Preventive therapy is imperative for patients to achieve the best outcome. The risk defined for acute emesis is a good predictor of delayed emesis. Patients who do not receive preventive therapy have a 70–90% incidence of delayed emesis with high-risk agents and a 30–60% risk with moderate-risk agents.

Anticipatory emesis (Table 13.2) is a learned or conditioned response that typically occurs before, during, or after the administration of chemotherapy. In this instance, patients may be responding to a variety of stimuli that in most instances were associated with a prior experience when there was inadequate control of emesis. The corresponding psychological mechanism for anticipatory emesis is unknown and is secondary to the direct administration of the chemotherapy agent itself. Therefore, patients must be given the opportunity to receive the optimal antiemetic regimen with their initial course of chemotherapy to prevent acute and delayed emesis, and, consequently, anticipatory emesis. Treatment for the occurrence of anticipatory emesis may include the use of benzodiazepines in addition to antiemetics before and during chemotherapy. Relaxation techniques, guided visual imagery, desensitization, and hypnosis techniques may also be effective (24, 25, 26, 27).

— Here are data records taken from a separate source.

package main

import (
	"bytes"
	"encoding/csv"
	"encoding/json"
	"fmt"
	"math"
	"os"
	"path/filepath"
	"slices"
	"strconv"
	"strings"
	"testing"
)

// `ordplan fit` shows the odds ratios the report shows: the same rows (no
// spline basis column), each with what it compares and where it holds,
// and names the term left out, because both take them from
// runner.OddsRatios. The plan below and the flags describe the same model;
// the rows of the fit's text and of its --json (checks.odds_ratios) are
// compared with the report's CSV, and each ratio with exp of the estimate
// printed by --json (the definition exp(b), docs/models.md); what each change compares is checked against
// the fitted probabilities in runner/readings_test.go.
func TestFitOddsRatiosAsTheReport(t *testing.T) {
	qs, err := filepath.Abs(filepath.Join("..", "..", "plans", "data", "quietstreets.csv"))
	if err != nil {
		t.Fatal(err)
	}
	dir := t.TempDir()
	plan := filepath.Join(dir, "plan.yaml")
	src := `version: 1
title: odds ratios of fit and report
data: {file: ` + qs + `}
outcomes: [{column: safety, categories: [very_unsafe, unsafe, neutral, safe, very_safe]}]
categorical:
  street_type: {levels: [residential, through_road, cul_de_sac]}
predictors:
  - pilot
  - {name: age.spline, column: age, spline: {quantiles: [0.1, 0.5, 0.9]}}
  - street_type
  - {name: yrs, column: years_resident, scale: sd}
  - {interact: [pilot, yrs]}
models: {approaches: [cumulative], effects: [parallel]}
tests: {parallel_lines: []}
rules:
  - choose: {by: aic}
`
	if err := os.WriteFile(plan, []byte(src), 0o644); err != nil {
		t.Fatal(err)
	}
	out := filepath.Join(dir, "out")
	if _, errs, code := runCLI("run", plan, "--out", out, "--quiet"); code != 0 {
		t.Fatalf("run: exit %d: %s", code, errs)
	}
	b, err := os.ReadFile(filepath.Join(out, "table-odds-ratios-safety.csv"))
	if err != nil {
		t.Fatal(err)
	}
	recs, err := csv.NewReader(bytes.NewReader(b)).ReadAll()
	if err != nil {
		t.Fatal(err)
	}
	args := []string{"fit", "--data", qs, "--outcome", "safety", "--categories", "very_unsafe,unsafe,neutral,safe,very_safe",
		"--predictors", "pilot,age|spline=q0.1/0.5/0.9,street_type|levels=residential/through_road/cul_de_sac,years_resident|scale|as=yrs,pilot&yrs"}
	text, errs, code := runCLI(args...)
	if code != 0 {
		t.Fatalf("fit: exit %d: %s", code, errs)
	}
	js, errs, code := runCLI(append(args, "--json")...)
	if code != 0 {
		t.Fatalf("fit --json: exit %d: %s", code, errs)
	}
	var rec struct {
		Estimates map[string]float64 `json:"estimates"`
		Checks    struct {
			OddsRatios struct {
				Level float64 `json:"level"`
				Rows  []struct {
					Predictor string  `json:"predictor"`
					Change    string  `json:"change"`
					HoldsAt   string  `json:"holds_at"`
					Boundary  int     `json:"boundary"`
					Ratio     float64 `json:"ratio"`
					Low       float64 `json:"low"`
					High      float64 `json:"high"`
				} `json:"rows"`
				Omitted []string `json:"omitted"`
			} `json:"odds_ratios"`
		} `json:"checks"`
	}
	if err := json.Unmarshal([]byte(js), &rec); err != nil {
		t.Fatal(err)
	}
	if len(recs) != 6 { // header and pilot, two street types, yrs, pilot&yrs
		t.Fatalf("report's odds ratios:\n%s", b)
	}
	// The text's lines as single-spaced words.
	var lines []string
	for _, l := range strings.Split(text, "\n") {
		lines = append(lines, strings.Join(strings.Fields(l), " "))
	}
	joined := strings.Join(lines, "\n")
	for _, r := range recs[1:] { // model,predictor,change,holds_at,boundary,categories,kind,log_estimate,log_se,ratio,...
		pred, change, holds := r[1], r[2], r[3]
		ratio := math.Exp(rec.Estimates[pred])
		row := strings.Join(strings.Fields(fmt.Sprintf("%s %s %s all %.4f [", pred, change, holds, ratio)), " ")
		if !strings.Contains(joined, "\n"+row) {
			t.Errorf("report row %q: no line %q in the fit's text:\n%s", r, row, text)
		}
	}
	// --json holds the same rows under checks.odds_ratios, with the
	// report's numbers (its CSV's) and the term left out.
	jsORs := rec.Checks.OddsRatios
	if jsORs.Level != 0.95 || len(jsORs.Rows) != len(recs)-1 || !slices.Equal(jsORs.Omitted, []string{"age.spline"}) {
		t.Fatalf("fit --json odds ratios: %+v, want the %d rows of the report and age.spline left out", jsORs, len(recs)-1)
	}
	for i, r := range recs[1:] {
		o := jsORs.Rows[i]
		if got := []string{o.Predictor, o.Change, o.HoldsAt, strconv.Itoa(o.Boundary)}; !slices.Equal(got, r[1:5]) {
			t.Errorf("fit --json odds ratio %d: %v, the report's %v", i, got, r[1:5])
		}
		for j, v := range []float64{o.Ratio, o.Low, o.High} {
			want, err := strconv.ParseFloat(r[9+j], 64)
			if err != nil || math.Abs(v-want) > 1e-9*math.Abs(want) {
				t.Errorf("fit --json odds ratio %d (%s): %v, the report's %s", i, o.Predictor, v, r[9+j])
			}
		}
	}
	_, ors, _ := strings.Cut(joined, "odds ratios, exp(b)")
	if strings.Contains(ors, "age.spline.1") || !strings.Contains(joined, "No odds ratio for the columns of age.spline:") {
		t.Errorf("the spline's columns in the fit's odds ratios, or the term not named:\n%s", text)
	}
	if !strings.Contains(joined, "predictor change holds at boundary ratio 95% interval") {
		t.Errorf("header:\n%s", text)
	}
}

// An odds ratio per unit of a column measured in units of 1e-12 (slope
// about 1e12) is beyond what a number holds: ordplan fit and the report
// say why it reads inf or 0 and how to rescale, and --json gives null; a
// column in ordinary units gets no such note.
func TestFitOddsRatiosBeyondNumbers(t *testing.T) {
	dir := t.TempDir()
	var b strings.Builder
	b.WriteString("y,x,tiny\n")
	for i := range 120 {
		x := float64(i%11)/5 - 1
		tiny := float64((i*7)%13-6) * 1e-12
		y := 1 + (i%3+int(math.Round(x+tiny*1e12/3))+3)%3
		fmt.Fprintf(&b, "%d,%g,%g\n", y, x, tiny)
	}
	data := filepath.Join(dir, "tiny.csv")
	if err := os.WriteFile(data, []byte(b.String()), 0o644); err != nil {
		t.Fatal(err)
	}
	out, errs, code := runCLI("fit", "--data", data, "--outcome", "y", "--predictors", "x,tiny")
	if code != 0 {
		t.Fatalf("exit %d\n%s%s", code, out, errs)
	}
	want := "The odds ratios of tiny read inf or 0: exp(b) per unit of the column lies beyond what a number holds"
	if !strings.Contains(out, want) || strings.Contains(out, "odds ratios of x") {
		t.Errorf("want %q (tiny alone) in\n%s", want, out)
	}
	// --json gives the ratio as the number it is (0, or null for an
	// infinite one), with its log.
	jout, _, _ := runCLI("fit", "--data", data, "--outcome", "y", "--predictors", "x,tiny", "--json")
	var j struct {
		Checks struct {
			OddsRatios struct {
				Rows []struct {
					Predictor string   `json:"predictor"`
					Log       float64  `json:"log_estimate"`
					Ratio     *float64 `json:"ratio"`
				} `json:"rows"`
			} `json:"odds_ratios"`
		} `json:"checks"`
	}
	if err := json.Unmarshal([]byte(jout), &j); err != nil {
		t.Fatal(err)
	}
	found := false
	for _, r := range j.Checks.OddsRatios.Rows {
		if r.Predictor == "tiny" {
			found = true
			if math.Abs(r.Log) < 1e9 || r.Ratio != nil && *r.Ratio != 0 && !math.IsInf(*r.Ratio, 0) {
				t.Errorf("--json: tiny log %g ratio %v", r.Log, r.Ratio)
			}
		}
	}
	if !found {
		t.Errorf("--json: no odds ratio of tiny in\n%s", jout)
	}
}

In addition to hypnosis, relaxation, imagery, and desensitization, acupuncture is a nonmedicinal complementary therapy that has been shown to have benefits in chemotherapy-related nausea and vomiting. An initial trial was done with 130 patients who had a history of distressing emesis in prior chemotherapeutic regimens. Emesis was reduced in 97% of the subjects (28). A National Institutes of Health consensus trial concluded that acupuncture was effective in reducing chemotherapy-induced emesis; however, placebo effect was a concern (29). A subsequent trial that addressed the issue of placebo effect was done with women with breast cancer receiving high-dose cyclophosphamide, cisplatin, and carmustine. One hundred four women were randomly assigned to receive no needling, minimal needling at control points with mock electrostimulation, or classic antiemetic electroacupuncture once daily for 5 days. The number of emesis episodes were lower in the first 5 days for those receiving electroacupuncture compared with those receiving minimal needling at control points or no needling (p <.001). The effect appeared to be of limited duration in that there were no significant differences during the 9-day follow-up (30). Clearly the data are promising; however, additional research is needed in this area.

The methodology used in antiemetic trials has identified useful patient characteristics and prognostic factors that may affect antiemetic control. These indicators become important for tailoring antiemetic regimens as well as designing antiemetic trials. Careful studies have identified patient-related risk factors to include prior experience with chemotherapy, alcohol intake history, age, and gender as influencing patient outcomes.